Project Proposal: Exploration of Energy Efficiency in x86, ARM, and GPU Architectures

Introduction

The energy consumption of computer systems is a significant concern, and different architectures, such as x86, ARM, and GPU, have been proposed to improve energy efficiency. This project aims to investigate the energy efficiency of x86, ARM, and GPU architectures and identify the most promising solutions with a specific focus on the thermal effects of power consumption and cooling requirements for high-performance devices.

Motivation & Background

Energy efficiency is an important consideration for computer systems as it can lead to reduced energy consumption and costs. This is particularly important for large-scale systems, such as data centers, where energy consumption can be a major expense. Additionally, reducing energy consumption can also help to reduce environmental impact. The thermal effects of power consumption and cooling requirements are also important factors to consider, as high-performance devices such as GPUs can generate a significant amount of heat and require specialized cooling systems.

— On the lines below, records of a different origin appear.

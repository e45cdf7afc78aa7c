/** The problems the optics competitors are given, in their plain text (described in `stack.c`). */

export interface Light {
  wavelengthNm: ArrayLike<number>;
  incidenceIndex: ArrayLike<number>;
  /** One number for all wavelengths, or one a wavelength. */
  angleRad: number | ArrayLike<number>;
  polarisation: "s" | "p" | "both";
}

/** Index n - ik at every wavelength. */
export interface Medium {
  n: ArrayLike<number>;
  k: ArrayLike<number>;
}

export interface StackProblem extends Light {
  /** From the light inwards. */
  layers: readonly Medium[];
  substrate: Medium;
  /** Of each stack, the thickness of every layer. */
  thicknessNm: readonly ArrayLike<number>[];
}

export interface MapProblem extends Light {
  weight: ArrayLike<number>;
  substrate: Medium;
  firstNm: number;
  stepNm: number;
  steps: number;
  /** One film a row. */
  films: readonly Medium[];
}

/** The shortest text that reads back as the same number, so that all compute on the same bits. */
const line = (values: ArrayLike<number>) => Array.from(values, String).join(" ");
const medium = ({ n, k }: Medium) => [line(n), line(k)];

function lightLines(kind: string, light: Light, counts: readonly number[]): string[] {
  const angles = typeof light.angleRad === "number" ? [light.angleRad] : light.angleRad;
  return [
    [kind, light.wavelengthNm.length, ...counts, angles.length, light.polarisation].join(" "),
    line(light.wavelengthNm),
    line(light.incidenceIndex),
    line(angles),
  ];
}

/** `kind`: "whole" (everything for every stack), "plain" (the same from the textbook, C only), "batch" (numpy: all at once) or "thicknesses" (interfaces beforehand). */
export function stackText(kind: "whole" | "plain" | "batch" | "thicknesses", problem: StackProblem): string {
  const { layers, substrate, thicknessNm } = problem;
  return [
    ...lightLines(kind, problem, [layers.length, thicknessNm.length]),
    ...[...layers, substrate].flatMap(medium),
    ...thicknessNm.map(line),
    "",
  ].join("\n");
}

export function mapText(problem: MapProblem): string {
  const { films, steps, weight, substrate, firstNm, stepNm } = problem;
  return [
    ...lightLines("map", problem, [films.length, steps]),
    line(weight),
    ...medium(substrate),
    line([firstNm, stepNm]),
    ...films.flatMap(medium),
    "",
  ].join("\n");
}
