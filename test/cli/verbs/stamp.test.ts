/** When, who, and whether at all: the flags of every writing verb, and what a dry run says. */
import { describe, expect, it } from "vitest";
import { argsFromWords } from "../../../cli/args.ts";
import { exitOf, perform, type World } from "../../../cli/perform.ts";
import { findVerb, verbs } from "../../../cli/verbs/table.ts";
import { Refusal } from "../../../engine/index.ts";
import type { Workspace } from "../../../recipes/index.ts";
import { demoLine } from "../../support/desk-line.ts";

/** Noon UTC, and in Lisbon in March: the clock of the demo line in memory. */
async function desk() {
  const ws = await demoLine();
  const world: World = {
    ports: ws.ports,
    cwd: "/",
    resolve: () => "/line",
    readFile: () => new TextEncoder().encode("chamber,at,event\nA2,2026-03-19T10:00:00Z,clean\n"),
    open: new Map([["/line", ws]]),
  };
  const type = (...words: string[]) => {
    const { verb, rest } = findVerb(words);
    return perform(verb, argsFromWords(verb, rest), world, undefined);
  };
  return { ws, type };
}

const refusalOf = async (done: Promise<unknown>): Promise<Refusal> => {
  try {
    await done;
  } catch (error) {
    if (error instanceof Refusal) return error;
    throw error;
  }
  throw new Error("nothing was refused");
};

/** Every writing verb with words that it takes as far as its stamp. */
const writing = [
  ["run", "A2", "2.05", "85"],
  ["record", "run", "--chamber", "A2"],
  ["record", "reading", "--run", "12", "--index", "2.05"],
  ["record", "recipe", "--chamber", "A2", "--recipe", "blue", "--set", "time=560s"],
  ["record", "clean", "--chamber", "A2"],
  ["record", "precoat", "--chamber", "A2", "--count", "2"],
  ["record", "service", "--chamber", "A2", "--what", "valve"],
  ["record", "gauge", "--gauge", "ellipsometer", "--reference", "--index", "2.05"],
  ["record", "note", "--text", "x"],
  ["correct", "10", "index=2.05", "--reason", "x"],
  ["import", "r.csv"],
  ["propose", "--chamber", "A2"],
  ["adopt", "p-000001", "--reason", "x"],
  ["approve", "c-000001"],
  ["enter", "c-000001"],
  ["close", "c-000001"],
  ["undo", "c-000001", "--reason", "x"],
  ["rehearse", "--shadow", "--chamber", "A2"],
];

describe("a writing verb", () => {
  it("is tried below for every one there is", () => {
    const tried = writing.map((words) => findVerb(words).verb.name);
    expect(tried.sort()).toEqual(verbs.flatMap((verb) => (verb.writes ? [verb.name] : [])).sort());
  });

  it.each(writing)("%s %s refuses a time to come and a name that is none", async (...words) => {
    const { ws, type } = await desk();
    const entries = ws.ledger.entries.length;
    const future = await refusalOf(type(...words, "--at", "2026-03-20T12:06:00Z"));
    expect(future.code).toBe("future-time");
    expect(future.problems[0].hint).toMatch(/./);
    for (const by of ["", "  ", "a\nb", "\u001b[31m", "x".repeat(101)])
      expect((await refusalOf(type(...words, `--by=${by}`))).code).toBe("bad-name");
    expect(ws.ledger.entries).toHaveLength(entries);
  });

  it("takes a clock that is five minutes ahead, and a name with spaces around it", async () => {
    const { ws, type } = await desk();
    await type("record", "note", "--text", "x", "--at", "2026-03-20T12:04:00Z", "--by", "  Ana Sá ");
    expect(ws.ledger.entries.at(-1)).toMatchObject({ at: "2026-03-20T12:04:00.000Z", by: "Ana Sá" });
  });

  it("takes 23:40 for yesterday's in the night, and asks for the date at noon", async () => {
    const { ws, type } = await desk();
    const noon = await refusalOf(type("record", "note", "--text", "x", "--at", "23:40"));
    expect(noon.code).toBe("future-time");
    expect(noon.problems[0].hint).toContain("2026-03-19T23:40");
    (ws.ports as unknown as { clock: { ms: number } }).clock.ms = Date.UTC(2026, 2, 21, 1);
    await type("record", "note", "--text", "x", "--at", "23:40");
    expect(ws.ledger.entries.at(-1)?.at).toBe("2026-03-20T23:40:00.000Z");
  });
});

describe("a dry run", () => {
  const written = (ws: Workspace) => ws.ledger.entries.length;

  it("says in words what would be recorded, and records nothing", async () => {
    const { ws, type } = await desk();
    const before = written(ws);
    const run = ["run", "A2", "2.05", "85", "--reflectance-minimum", "600nm", "--by", "Rui", "--dry-run"];
    const { text } = await type(...run);
    expect(text).toMatch(/^would record a run of A2, by Rui:\n {2}recipe: blue$/m);
    expect(text).toMatch(/settings: silane 835 sccm, ammonia 6880 sccm/);
    expect(text).toMatch(/index 2\.05, thickness 85 nm; gauge reflectometer, on cell, reflectance minimum 600 nm/);
    expect(text).not.toMatch(/[{}"_]/);
    const corrected = await type("correct", "10", "thickness=84.1nm", "index=-", "--reason", "typo", "--dry-run");
    expect(corrected.text).toBe(
      "would correct entry 10:\n  fields: thickness 84.1 nm, index taken away\n  reason: typo",
    );
    expect(written(ws)).toBe(before);
  });

  it("of enter shows the value read back", async () => {
    const { ws, type } = await desk();
    const { document } = await type("propose", "--chamber", "A2");
    const adopted = await type("adopt", String(document["proposal"]), "--reason", "thin");
    const change = String(adopted.document["change"]);
    const before = written(ws);
    const { text, document: would } = await type("enter", change, "--set", "silane=834sccm", "--dry-run");
    expect(text).toMatch(/silane +834 sccm {2}\(was 835 sccm\)/);
    expect(text).toMatch(/^dry run/);
    expect(would["read_back"]).toEqual({ silane: { value: 834, unit: "sccm" } });
    expect(written(ws)).toBe(before);
  });
});

describe("an exit code", () => {
  it.each([
    ["disk-full", 2],
    ["read-only", 2],
    ["io-error", 2],
    ["not-a-lock", 2],
    ["unsafe-after-fsync", 1],
    ["damaged-book", 3],
    ["locked", 4],
  ])("of %s is %i (the contract's list)", (code, exit) => {
    expect(exitOf(new Refusal([{ code, message: "x" }]))).toBe(exit);
  });
});

describe("predict", () => {
  it("says what lies outside a range or the window, and predicts all the same", async () => {
    const { type } = await desk();
    const inside = await type("predict", "--chamber", "A2");
    expect(inside.document["outside_window"]).toEqual([]);
    const { document, text } = await type(
      "predict",
      "--chamber",
      "A2",
      "--set",
      "silane=1150sccm",
      "--set",
      "time=950s",
    );
    const sentences = document["outside_window"] as string[];
    expect(sentences).toHaveLength(2);
    expect(sentences.join(" ")).toMatch(/range of A2.*qualified window, at most 1100 sccm/);
    for (const sentence of sentences) expect(text).toContain(sentence);
  });
});

describe("chamber", () => {
  it("is looked at with the recipe named", async () => {
    const { type } = await desk();
    expect((await type("chamber", "A2", "--recipe", "blue")).document["recipe"]).toBe("blue");
    expect((await refusalOf(type("chamber", "A2", "--recipe", "green"))).code).toBe("no-recipe");
    expect((await refusalOf(type("chamber", "--recipe", "blue"))).code).toBe("missing-argument");
  });
});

The Verge has reports of power cables burning or melting on the new high-end Nvidia RTX 4090 graphics card, highlighting the potential dangers of high power consumption and inadequate cooling. The issue has been linked to the new 12VHPWR adapter cable that Nvidia ships with the RTX 4090, which is designed for new ATX 3.0 power supplies. The connector and terminals are smaller than previous generations, and there are concerns that bending the cables too close to the connector could result in damage. This issue is not only with Nvidia but with other vendors as well. [1]

It's important to consider the potential issues that can arise from high power consumption and inadequate cooling, and to investigate potential solutions to improve energy efficiency and prevent these types of incidents from occurring.

What Is Being Covered

This project will cover the following areas:

1. A survey of current research on energy efficiency in x86, ARM, and GPU architectures, with a focus on the thermal effects of power consumption and cooling requirements.
2. A comparison of the energy consumption and thermal performance of x86, ARM, and GPU architectures when running different types of workloads.
3. Identification of the strengths and weaknesses of each architecture in terms of energy efficiency.
4. An investigation of potential solutions to improve the energy efficiency of existing architectures.

Objectives

1. Conduct a survey of current research on energy efficiency in x86, ARM, and GPU architectures with a focus on the thermal effects of power consumption and cooling requirements.
2. Compare the energy consumption and thermal performance of x86, ARM, and GPU architectures when running different types of workloads.
3. Identify the strengths and weaknesses of each architecture in terms of energy efficiency.
4. Investigate potential solutions to improve the energy efficiency of existing architectures.

Methods

1. Conduct a literature review of current research on energy efficiency in x86, ARM, and GPU architectures, with a focus on the thermal effects of power consumption and cooling requirements.
2. Use benchmarking tools to compare the energy consumption and thermal performance of x86, ARM, and GPU architectures when running different types of workloads.
3. Identify the strengths and weaknesses of each architecture in terms of energy efficiency by profiling their performance on different workloads.
4. Investigate potential solutions by implementing and testing them on different workloads.

Expected Outcomes

1. A comprehensive survey of current research on energy efficiency in x86, ARM, and GPU architectures with a focus on the thermal effects of power consumption and cooling requirements.
2. A detailed comparison of the energy consumption and thermal performance of x86, ARM, and GPU architectures when running different types of workloads.
3. Identification of the strengths and weaknesses of each architecture in terms of energy efficiency.

Distribution of Work

Name	Responsibility
Anthony Kung	Research & Comparison Testing
Wilhelm Gusztav	Research & Project Management
Nat Bourassa	Research & Results Analysis

Timeline

Week 5: Research Deadline

Week 7: Architecture Comparisons

Mid-Report Deadline

Week 8: Result Consolidation

Week 9: Final Revised Paper Finish

References

[1] T. Warren, "Nvidia investigating reports of RTX 4090 power cables burning or melting," The Verge, 25-Oct-2022.